With this as the setting, players emerge from Vault-Tec Vault 101 for the first time in their lives, fleeing the wrath of the Overseer and searching for some sign of their missing father. You see, ever since the climax of The Great War in 2077 (fully 200 years ago) a few "fortunate" Americans have been cloistered in massive fallout complexes, undisturbed by the savage world outside the vault door. Making the transition from lowly commune member to master of the poisonous and anarchic Capital Wasteland is difficult indeed, and players will find themselves making a beeline for Megaton, the settlement closest to the vault entrance. So begins the adventure upon which players are to embark.
There are seven scores that define characters' abilities known as S.P.E.C.I.A.L., which is an acronym for Strength, Perception, Endurance, Charisma, Intelligence, Agility, and Luck. In addition to S.P.E.C.I.A.L. abilities, players will be able to dump a pool of points into 13 skills such as Lockpicking, Science, Speech, Medicine, Sneak, Energy Weapons, etc. upon leveling. Also, almost innumerable Perks are made available along the way, which give bonuses to all aspects of combat and non-combat interactions. This character building mechanic is very versatile and satisfying. Unfortunately, the slow-paced power progression means you'll be playing with a very weak character until you've spent a significant amount of time in the world (more than five hours).
Graciously, the Capital Wasteland is an intriguing place full of adventure for even low-level characters. Players will spend hours upon hours clearing out nearby "dungeons," filling up their inventories with worthless junk (which is actually not so worthless anymore), and acquiring the skill and knowledge to progress to the more dangerous and challenging areas closer to downtown D.C. Eventually, players will even uncover an interesting plot full of competing factions trying to shape the amorphous world into their vision.

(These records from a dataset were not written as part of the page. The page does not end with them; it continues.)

def _columns(res, n):
    """The transient columns (other than the internal volume) of a solved group."""
    main = [r for r in res.rate_changes if r.pump == MAIN_PUMP][1:]
    moved = [_vec(r.rate_after, n) != _vec(r.rate_before, n) for r in main]
    change = {
        k: _largest([_vec(getattr(r, f"time_{k}"), n) for r in main], moved) for k in (50, 90)
    }
    alarm = _vec(res.time_to_alarm, n)
    ports = res.ports
    every = [np.ones(n, bool)] * len(ports)

    def over_ports(name, scale):
        top = _largest([_vec(getattr(p, name), n) for p in ports], every)
        return np.full(n, np.nan) if top is None else top / scale

    return {
        "start-up time [min]": _vec(res.startup_time, n) / 60.0,
        **{
            f"rate change t{k} [min]": np.full(n, np.nan) if top is None else top / 60.0
            for k, top in change.items()
        },
        "time to alarm [min]": np.where(np.isfinite(alarm), alarm / 60.0, np.nan),
        "bolus [mL]": _vec(res.bolus_volume, n) / _ML,
        "drug delay t50 [min]": over_ports("delay_50", 60.0),
        "drug delay t90 [min]": over_ports("delay_90", 60.0),
        "port dead volume [mL]": over_ports("dead_volume", _ML),
    }


def _null_reason(key, sc, res):
    """The :data:`NULL_REASONS` key of an empty column ``key`` (the same at every point of
    a group)."""
    if key == "internal_volume_ml":
        return "volume_not_known"
    if res is None:
        return "no_time_solve"
    spec = sc.transient
    if key == "startup_time_s":
        return "startup_not_reached"
    if key in ("rate_change_50_s", "rate_change_90_s"):
        moved = [r for r in res.rate_changes if r.pump == MAIN_PUMP][1:]
        return "rate_change_not_reached" if moved else "no_rate_change"
    if key in ("time_to_alarm_s", "bolus_ml"):
        return "no_occlusion" if spec is None or spec.occlusion is None else "no_alarm"
    return "no_port" if spec is None or not spec.ports else "drug_not_reached"


def _not_computed(run):
    """Per point, ``{record key: reason words}`` of its empty transient columns."""
    empty = {}  # record key -> (empty at each point, the reason)
    for key, (name, _) in RECORD_KEYS.items():
        gone = ~np.isfinite(np.asarray(run.columns[name], dtype=float))
        if gone.any():
            reason = _null_reason(key, run.g.scenario, run.transient_result)
            empty[key] = (gone.tolist(), NULL_REASONS[reason])
    return [
        {key: reason for key, (gone, reason) in empty.items() if gone[col]} for col in range(run.n)
    ]


def transient_step(run):
    """Fill the transient columns, conditions, notes and ``models_used`` of a group run
    (:class:`rheoline.scenario.run._GroupRun`: ``g``, ``n``, ``fluid``, ``line``,
    ``parts``, ``columns``, ``conditions``, ``notes``, ``models_used``), and keep the
    model's result as ``run.transient_result`` (None where not asked)."""
    from rheoline.model.provenance import merge_models

    g, n, c = run.g, run.n, run.columns
    volumes = [_vec(getattr(p, "internal_volume", np.nan), n) for p in run.parts]
    c["internal volume [mL]"] = (np.sum(volumes, axis=0) / _ML).tolist()
    for key in FLAG_KEYS:
        run.conditions[key] = np.zeros(n, dtype=bool)
    run.transient_result = None
    if not g.scenario.asks_time_solve:
        for name in TRANSIENT_COLUMNS[1:]:
            c[name] = [np.nan] * n
        run.not_computed = _not_computed(run)
        return
    res = _solve(run)
    run.transient_result = res
    for name, values in _columns(res, n).items():
        c[name] = values.astype(float).tolist()
    for key, mask in res.conditions.items():
        mask = _vec(mask, n).astype(bool)
        if key in FLAG_WORDS:
            run.conditions[key] = mask
        elif mask.any():
            condition = TRANSIENT_CONDITIONS[key]
            run.notes.append((key, f"{condition.words}: {condition.meaning}{count_words(mask)}"))
    if "syringe_size" in g.values:
        run.models_used = merge_models(run.models_used, ("typical-catalogue",))
    run.models_used = merge_models(run.models_used, res.models_used)
    run.not_computed = _not_computed(run)


def _reuse_key(g):
    """What names every input of group ``g``'s time solve but its occlusion: the scenario
    without the occlusion, and the group's sweep points (its line, fluid and pumps are
    built from these alone); the model's run from rest is kept under it
    (:mod:`rheoline.model.transient_reuse`)."""
    spec = g.scenario.transient
    if spec is None or spec.occlusion is None:
        return (g.scenario, tuple(g.indices))
    return (replace(g.scenario, transient=spec.with_occlusion(None)), tuple(g.indices))


def _solve(run):
    from rheoline.model.transient import simulate_infusion

    sc = run.g.scenario
    try:
        return simulate_infusion(
            run.line, run.fluid, **model_inputs(run.g), reuse_key=_reuse_key(run.g)
        )
    except RheolineError as exc:
        raise ScenarioError(
            str(exc),
            source=run.source,
            scenario=repr(sc.name),
            field=_file_field(getattr(exc, "field", None), sc),
        ) from None


# --------------------------------------------------------------------------- time series
def _thin(size):
    """Indices of at most :data:`SERIES_POINTS` of ``size`` solver steps, ends kept."""
    return np.unique(np.linspace(0, size - 1, min(size, SERIES_POINTS)).round().astype(int))


def _phase_rows(case, phase, series, col, offset=0.0):
    """Rows of one phase of one case (absolute times; NaN steps dropped before thinning, so
    the case's own last row, its alarm, is kept)."""
    if series is None or series.time.size == 0:
        return []
    n_t = series.time.size
    p, q, v = (
        np.asarray(a).reshape(n_t, -1)[:, col]
        for a in (series.source_pressure, series.outlet_flow, series.delivered_volume)
    )
    kept = np.flatnonzero(np.isfinite(p) & np.isfinite(q))
    idx = kept[_thin(kept.size)] if kept.size else kept
    t = (series.time[idx] + offset) / 60.0
    return [
        [case, phase, "", a, b / _MMHG, f / _ML_PER_H, d / _ML, np.nan]
        for a, b, f, d in zip(t, p[idx], q[idx], v[idx], strict=True)
    ]


def _case_rows(res, case, col):
    rows = _phase_rows(case, "run", res.run, col)
    occ = res.occlusion
    if occ is not None:
        rows += _phase_rows(case, "occluded", occ.occluded, col)
        release = float(np.asarray(occ.release_time, dtype=float).reshape(-1)[col])
        if np.isfinite(release):
            rows += _phase_rows(case, "release", occ.release, col, release)
    for port in res.ports:
        idx = _thin(port.time.size)
        drug = np.asarray(port.delivery)[idx].reshape(idx.size, -1)[:, col] * _MG_PER_H
        rows += [
            [case, "drug", port.name, t / 60.0, np.nan, np.nan, np.nan, d]
            for t, d in zip(port.time[idx], drug, strict=True)
        ]
    return rows


def time_series_table(runs, cases, keys):
    """The time series of every case that had the time solve, one row per kept step.

    Parameters
    ----------
    runs : sequence of group runs
        Each with ``g`` (scenario and sweep indices) and ``transient_result``.
    cases : sequence
        The run's cases, ``(index in the sweep, table row, ...)``, aligned with ``keys``.
    keys : sequence of str
        The cases' unique keys.

    Returns
    -------
    pandas.DataFrame
        :data:`TIME_SERIES_COLUMNS`: ``phase`` "run" (from time 0, no occlusion),
        "occluded" (from the occlusion until the alarm), "release" (from the occlusion's
        clearing, pumps stopped), or "drug" (a port's drug leaving the outlet, ``port`` its
        name); ``delivered [mL]`` counts from the phase's start.
    """
    import pandas as pd

    key_of = {(case[1][1], case[0]): key for case, key in zip(cases, keys, strict=True)}
    rows = []
    for run in runs:
        res = getattr(run, "transient_result", None)
        if res is None:
            continue
        for col, index in enumerate(run.g.indices):
            rows += _case_rows(res, key_of[(run.g.scenario.name, index)], col)
    return pd.DataFrame(rows, columns=TIME_SERIES_COLUMNS)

By far, the most intriguing aspect of the game is the ability to make your own way in this dangerous world. There is no wrong way to play Fallout 3, and, as a result, players are afforded near limitless options when customizing their character, interacting with people, and completing missions. That means players could conceivably play the game multiple times, utilizing different skills (such as hacking computers as opposed to brute force), befriending or alienating different people, or becoming aligned with varying factions found throughout the game. In fact, there's virtually no such thing as 100% completion in Fallout 3; trying to do so in just one playthrough is impossible due to the sheer amount of content.
Moreover, the developers did a great job of fully realizing the scope and feel of the world and getting players to respond to their environment. Characters never truly feel healthy (radiation and Chems addiction will constantly plague you), there's never anything good to eat, weapons are always half-broken, jerry-rigged pieces of garbage, and no one you talk to seems to be quite with it.